Introduction to MOA and Its Ecosystem

Massive Online Analysis (MOA) is an open-source software framework that allows users to build and run ML and data mining experiments on evolving data streams. It is being developed at the University of Waikato in New Zealand and named after the large, extinct, flightless moa bird that used to live only in New Zealand.

The distinctive feature of MOA is that it can learn and mine from large datasets or streams by performing only one pass over the data, with a small time per data item. As it scans the data, it only stores summaries and statistics rather than the instances themselves, so memory use is usually small too.

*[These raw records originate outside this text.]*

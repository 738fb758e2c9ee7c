package tui

import (
	"fmt"
	"strings"

	"github.com/charmbracelet/bubbles/key"
	tea "github.com/charmbracelet/bubbletea"
	"github.com/charmbracelet/lipgloss"
)

// zoneList is the ranked list of flagged zones.
type zoneList struct {
	keys          KeyMap
	styles        Styles
	zones         []zoneInfo
	unit          string
	cursor        int
	stepped       bool // n or N used: the first press goes to the first (or last) zone
	width, height int
}

// jumpMsg asks the root to move the map cursor to a point.
type jumpMsg struct{ X, Y float64 }

func newZoneList(keys KeyMap, st Styles) zoneList { return zoneList{keys: keys, styles: st} }

func (z zoneList) SetSize(w, h int) zoneList {
	z.width, z.height = w, h
	return z
}

// SetZones replaces the zones, keeping the selected rank where it exists.
func (z zoneList) SetZones(zs []zoneInfo, unit string) zoneList {
	z.zones, z.unit = zs, unit
	z.cursor = min(z.cursor, max(len(zs)-1, 0))
	return z
}

// Selected returns the selected zone and whether there is one.
func (z zoneList) Selected() (zoneInfo, bool) {
	if z.cursor < 0 || z.cursor >= len(z.zones) {
		return zoneInfo{}, false
	}
	return z.zones[z.cursor], true
}

// Step moves the selection by d (wrapping) and returns a jump to it.
func (z zoneList) Step(d int) (zoneList, tea.Cmd) {
	if len(z.zones) == 0 {
		return z, nil
	}
	switch {
	case !z.stepped && d > 0:
		z.cursor = 0
	case !z.stepped:
		z.cursor = len(z.zones) - 1
	default:
		z.cursor = ((z.cursor+d)%len(z.zones) + len(z.zones)) % len(z.zones)
	}
	z.stepped = true
	return z, z.jump()
}

func (z zoneList) jump() tea.Cmd {
	s, ok := z.Selected()
	if !ok {
		return nil
	}
	return func() tea.Msg { return jumpMsg{s.PeakX, s.PeakY} }
}

// Update moves the selection and jumps on Enter.
func (z zoneList) Update(msg tea.Msg) (zoneList, tea.Cmd) {
	km, ok := msg.(tea.KeyMsg)
	if !ok {
		return z, nil
	}
	switch {
	case key.Matches(km, z.keys.Up):
		z.cursor = max(z.cursor-1, 0)
	case key.Matches(km, z.keys.Down):
		z.cursor = min(z.cursor+1, max(len(z.zones)-1, 0))
	case key.Matches(km, z.keys.Jump):
		return z, z.jump()
	}
	return z, nil
}

// View lists the zones, the selected one highlighted.
func (z zoneList) View() string {
	st := z.styles
	fw, fh := st.Panel.GetFrameSize()
	w := max(z.width-fw, 10)
	lines := []string{st.PanelTitle.Render(fmt.Sprintf("Zones (%d), worst first", len(z.zones)))}
	if len(z.zones) == 0 {
		lines = append(lines, st.Faint.Render("no flagged zones: set a field threshold in settings (s)"))
	}
	rows := max((z.height-fh-1)/3, 1) // three lines per zone
	first := max(z.cursor-rows+1, 0)
	for i := first; i < len(z.zones) && i < first+rows; i++ {
		s := z.zones[i]
		mark := "  "
		if i == z.cursor {
			mark = "▶ "
		}
		ls := []string{
			fmt.Sprintf("%s#%d peak %s", mark, s.Rank, s.shownPeak()),
			strings.TrimRight(fmt.Sprintf("   %s m²  %s", num(s.Area), s.Label), " "),
			fmt.Sprintf("   at %s, %s", fixed(s.PeakX), fixed(s.PeakY)),
		}
		for _, l := range ls {
			l = truncate(l, w)
			if i == z.cursor {
				l = st.Selected.Render(pad(l, w))
			}
			lines = append(lines, l)
		}
	}
	return st.Panel.Width(w + st.Panel.GetHorizontalPadding()).Height(max(z.height-fh, 1)).Render(strings.Join(lines, "\n"))
}

// pad fills s with spaces to w cells.
func pad(s string, w int) string {
	return s + strings.Repeat(" ", max(w-lipgloss.Width(s), 0))
}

MOA is written in Java and distributed under the terms of the GNU General Public License. It includes a set of learners, stream generators, and evaluators that can be used from the graphical user interface (GUI), the command-line interface (CLI), and the Java API. Advantages of being Java-based are the portability and the strong and well-developed support libraries. Use of the language is widespread, and features such as automatic garbage collection help reduce programming burden and errors. MOA runs on any platform with an appropriate Java virtual machine, such as Linux, Mac, Windows, and Android.

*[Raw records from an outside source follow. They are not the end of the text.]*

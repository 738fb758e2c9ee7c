package tui

import (
	"cmp"
	"fmt"
	"math"
	"math/rand/v2"
	"slices"
	"strings"
	"testing"

	tea "github.com/charmbracelet/bubbletea"

	"isofield/survey"
	"isofield/survey/pipeline"
	"isofield/survey/qa"
)

// compareOracle is the table's former order, a comparison that reads the
// readings in each call: by the column's value (cmp.Compare, so NaN
// first), then by index, the index rising either way. The keyed radix
// order must reproduce it exactly.
func compareOracle(s sortSpec) func(a, b int) int {
	rs := s.rs
	name := func(i int) string { return at(s.names, rs[i].File, "") }
	return func(a, b int) int {
		var c int
		switch s.col {
		case colSource:
			c = strings.Compare(name(a), name(b))*2 + cmp.Compare(rs[a].Line0, rs[b].Line0)
		case colLine:
			c = cmp.Compare(rs[a].File, rs[b].File)*2 + cmp.Compare(rs[a].Line0, rs[b].Line0)
		case colID:
			c = strings.Compare(rs[a].ID, rs[b].ID)
		case colX:
			c = cmp.Compare(rs[a].X, rs[b].X)
		case colY:
			c = cmp.Compare(rs[a].Y, rs[b].Y)
		case colOriginal:
			c = cmp.Compare(rs[a].V, rs[b].V)
		case colCorrected:
			c = cmp.Compare(at(s.corr, a, rs[a].V), at(s.corr, b, rs[b].V))
		case colStatus:
			c = cmp.Compare(at(s.status, a, qa.OK), at(s.status, b, qa.OK))
		default:
			c = slices.Compare(at(s.notes, a, nil), at(s.notes, b, nil))
		}
		if c == 0 {
			return cmp.Compare(a, b)
		}
		if s.desc {
			return -c
		}
		return c
	}
}

// oracleOrder sorts the readings with compareOracle.
func oracleOrder(s sortSpec) []int {
	order := make([]int, len(s.rs))
	for i := range order {
		order[i] = i
	}
	slices.SortFunc(order, compareOracle(s))
	return order
}

// tiedResult returns n seeded readings whose every column repeats a few
// values (ties everywhere), with NaN, ±0 and ±Inf among the values, a
// reading out of its file range, two files of the same base name, ids that
// share their first eight or 24 bytes, and QA arrays shorter than the readings
// (the missing corrected values fall back to the value as read).
func tiedResult(n int, withQA bool) *pipeline.Result {
	rng := rand.New(rand.NewPCG(7, uint64(n)))
	vals := []float64{math.NaN(), math.Copysign(0, -1), 0, -1.5, 2.25, math.Inf(1), math.Inf(-1), -600, -600.0000000001}
	ids := []string{"", "A", "A\x00", "L12-S345", "L12-S3456", "L12-S3457", "L12-S34", "Z", "station-7b", "station-7a",
		"a-very-long-station-name-1", "a-very-long-station-name-0", "a-very-long-station-name"}
	notes := [][]string{nil, {}, {""}, {"by hand"}, {"by hand", "b"}, {"by hand", "a"}, {"disagrees with neighbours"}, {"disagrees with neighbourz"}}
	s := &survey.Survey{Unit: survey.Millivolt, Files: []survey.FileInfo{
		{Path: "/a/day.csv"}, {Path: "/b/day.csv"}, {Path: "/a/alpha.csv"}}}
	s.Readings = make([]survey.Reading, n)
	m := n - n/10 // QA arrays cover only the first m readings
	q := &qa.Result{Corrected: make([]float64, m), Status: make([]qa.Status, m), Notes: make([][]string, m)}
	pick := func(v []float64) float64 { return v[rng.IntN(len(v))] }
	for i := range s.Readings {
		s.Readings[i] = survey.Reading{ID: ids[rng.IntN(len(ids))], File: rng.IntN(5) - 1, Line0: rng.IntN(6),
			X: pick(vals), Y: pick(vals), V: pick(vals)}
		if i < m {
			q.Corrected[i], q.Status[i], q.Notes[i] = pick(vals), qa.Status(rng.IntN(3)), notes[rng.IntN(len(notes))]
		}
	}
	if !withQA {
		q = nil
	}
	return &pipeline.Result{Survey: s, QA: q}
}

// extremeLines gives some of res's readings the extreme line numbers, so
// that file and line no longer pack into one key.
func extremeLines(res *pipeline.Result) *pipeline.Result {
	for i := range res.Survey.Readings {
		switch i % 7 {
		case 0:
			res.Survey.Readings[i].Line0 = math.MaxInt
		case 3:
			res.Survey.Readings[i].Line0 = math.MinInt
		}
	}
	return res
}

// TestReadingsSortMatchesComparison checks the keyed radix order of every
// column, both ways, against the former comparison order (compareOracle
// with slices.SortFunc as the reference), on readings full of ties and
// NaNs and on the benchmark's survey.
func TestReadingsSortMatchesComparison(t *testing.T) {
	names := func(res *pipeline.Result) []string { return measureReadings(res).names }
	tests := []struct {
		name string
		res  *pipeline.Result
	}{
		{"empty", tiedResult(0, true)},
		{"one", tiedResult(1, true)},
		{"ties, NaN, short QA", tiedResult(3000, true)},
		{"no QA", tiedResult(500, false)},
		{"lines too far apart to pack", extremeLines(tiedResult(1000, true))},
		{"survey", bigResult(5000)},
	}
	for _, tt := range tests {
		for col := colSource; col <= colReason; col++ {
			for _, desc := range []bool{false, true} {
				s := newSortSpec(tt.res, names(tt.res), col, desc)
				t.Run(fmt.Sprintf("%s/%s/desc=%v", tt.name, readingColumns()[col], desc), func(t *testing.T) {
					got, rowOf := s.order()
					want := oracleOrder(s)
					if !slices.Equal(got, want) {
						p := 0
						for p < len(got) && got[p] == want[p] {
							p++
						}
						t.Fatalf("order differs from the comparison order first at row %d: reading %d, want %d", p, got[p], want[p])
					}
					for p, i := range got {
						if int(rowOf[i]) != p {
							t.Fatalf("rowOf[%d] = %d, want %d", i, rowOf[i], p)
						}
					}
				})
			}
		}
	}
}

// TestFloatKey checks the float keys' order against cmp.Compare on pairs of
// awkward values.
func TestFloatKey(t *testing.T) {
	vals := []float64{math.NaN(), math.Inf(-1), -math.MaxFloat64, -1, -math.SmallestNonzeroFloat64,
		math.Copysign(0, -1), 0, math.SmallestNonzeroFloat64, 1, math.MaxFloat64, math.Inf(1)}
	for _, a := range vals {
		for _, b := range vals {
			if got, want := cmp.Compare(floatKey(a), floatKey(b)), cmp.Compare(a, b); got != want {
				t.Errorf("keys of %v and %v compare %d, cmp.Compare says %d", a, b, got, want)
			}
		}
	}
}

// BenchmarkReadingsSort orders 10⁶ readings by each column: the keyed
// radix sort the table uses, and the former comparison sort for contrast.
func BenchmarkReadingsSort(b *testing.B) {
	res := bigResult(1_000_000)
	names := measureReadings(res).names
	for _, col := range []int{colSource, colID, colX, colCorrected, colStatus, colReason} {
		s := newSortSpec(res, names, col, true)
		b.Run(fmt.Sprintf("keyed/%s", readingColumns()[col]), func(b *testing.B) {
			for b.Loop() {
				s.order()
			}
		})
		b.Run(fmt.Sprintf("compare/%s", readingColumns()[col]), func(b *testing.B) {
			for b.Loop() {
				oracleOrder(s)
			}
		})
	}
}

// sortedBy runs the command of an order asked for off the UI loop.
func sortedBy(t *testing.T, cmd tea.Cmd) readingsSortedMsg {
	t.Helper()
	if cmd == nil {
		t.Fatal("no command for an order off the UI loop")
	}
	msg, ok := cmd().(readingsSortedMsg)
	if !ok {
		t.Fatalf("command returned %T, want readingsSortedMsg", msg)
	}
	return msg
}

// TestReadingsSortAsync orders a table off the UI loop (every size is
// large here): the old order stays on screen with a note until the latest
// request's result arrives; older results, and results for a table that
// took a new result since, are dropped.
func TestReadingsSortAsync(t *testing.T) {
	r := tableFor(3000, 120, 20)
	r.asyncMin = 0
	for range 7 {
		r, _ = r.Update(tableKey("down"))
	}
	before, sel, off := r.order, r.Selected(), r.cursor-r.top

	r, first := r.Update(tableKey("o"))  // by id
	r, second := r.Update(tableKey("r")) // by id, descending: supersedes the first
	stale, latest := sortedBy(t, first), sortedBy(t, second)
	if !slices.Equal(r.order, before) || r.sortCol != colLine || !strings.Contains(r.View(), "sorting by id…") {
		t.Fatalf("while sorting: column %d, order changed %v, view:\n%s", r.sortCol, !slices.Equal(r.order, before), r.View())
	}
	if r = r.onSorted(stale); !slices.Equal(r.order, before) || r.pending == nil {
		t.Fatal("a superseded order was taken")
	}
	r = r.onSorted(latest)
	want := oracleOrder(newSortSpec(r.res, r.stats.names, colID, true))
	if !slices.Equal(r.order, want) || r.sortCol != colID || !r.desc || r.pending != nil {
		t.Fatalf("after the latest result: column %d desc %v pending %v, order equal %v", r.sortCol, r.desc, r.pending, slices.Equal(r.order, want))
	}
	if r.Selected() != sel || r.cursor-r.top != off {
		t.Errorf("reading %d at screen row %d, want %d at %d", r.Selected(), r.cursor-r.top, sel, off)
	}
	if strings.Contains(r.View(), "sorting") {
		t.Errorf("sorting note left after the result:\n%s", r.View())
	}
	if r2 := r.onSorted(stale); !slices.Equal(r2.order, want) {
		t.Error("a stale order arriving after the latest one was taken")
	}

	// A new result while an order is under way orders at once, as asked,
	// and the order computed for the old result is dropped.
	r, third := r.Update(tableKey("o")) // by x
	r = r.SetResult(bigResult(3000), r.stats)
	if r.sortCol != colX || r.pending != nil {
		t.Fatalf("after a new result: column %d, pending %v; want x, none", r.sortCol, r.pending)
	}
	want = oracleOrder(newSortSpec(r.res, r.stats.names, colX, true))
	if r = r.onSorted(sortedBy(t, third)); !slices.Equal(r.order, want) {
		t.Error("the order asked for before the new result was taken")
	}
}

// TestModelRoutesSortedReadings checks that the root hands an order
// computed off the UI loop to the table whatever has the focus.
func TestModelRoutesSortedReadings(t *testing.T) {
	m := readyModel(t, 100, 30, false)
	m.table.asyncMin = 0
	m = press(t, m, "t")
	next, cmd := m.Update(keyMsg("o"))
	m = next.(Model)
	msg := sortedBy(t, cmd)
	m = press(t, m, "esc") // the map has the focus when the order arrives
	if m = update1(t, m, msg); m.table.pending != nil || m.table.sortCol != msg.col {
		t.Errorf("table column %d pending %v after the order arrived", m.table.sortCol, m.table.pending)
	}
}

One intended design goal of MOA is to be easy to use and simple to extend.

There are several open-source software libraries related to MOA. Some of them, such as ADAMS, MEKA, and OpenML, use MOA to perform data stream analytics inside their systems. StreamDM contains an implementation in C++ of some of the most popular methods in MOA, and Apache SAMOA is a new platform that performs stream mining in a distributed environment using Hadoop hardware.

In this part of the book, we show how to use the GUI, the CLI, and the Java API, and how to master MOA algorithms, generators, and evaluators.

In this chapter, we first discuss briefly the architecture of MOA, and how to install the software. After that we look at recent developments in MOA and the extensions available in MOA, and finally we present some of the open-source frameworks that can be used with MOA, or as an alternative to it. The intention is not to make readers proficient in all these other packages, but to make them aware of their possibilities.

11.1 MOA Architecture

MOA is built around the idea of the task. All experiments run in MOA are defined as tasks. There are simple tasks, such as writing streams to files or computing the speed of a stream, but the most important tasks are the evaluation tasks. For example, in classification, there are two main types of evaluation methods, described in section 6.1: holdout and prequential.

MOA contains methods for classification, regression, clustering, outlier detection, recommendation, and frequent pattern mining. Tasks are usually composed of stream sources, learners, and the parameters of the evaluation, such as number of instances to use, periodicity of the output result, and name of the file to output the predictions. Also, different task types require different evaluation strategies.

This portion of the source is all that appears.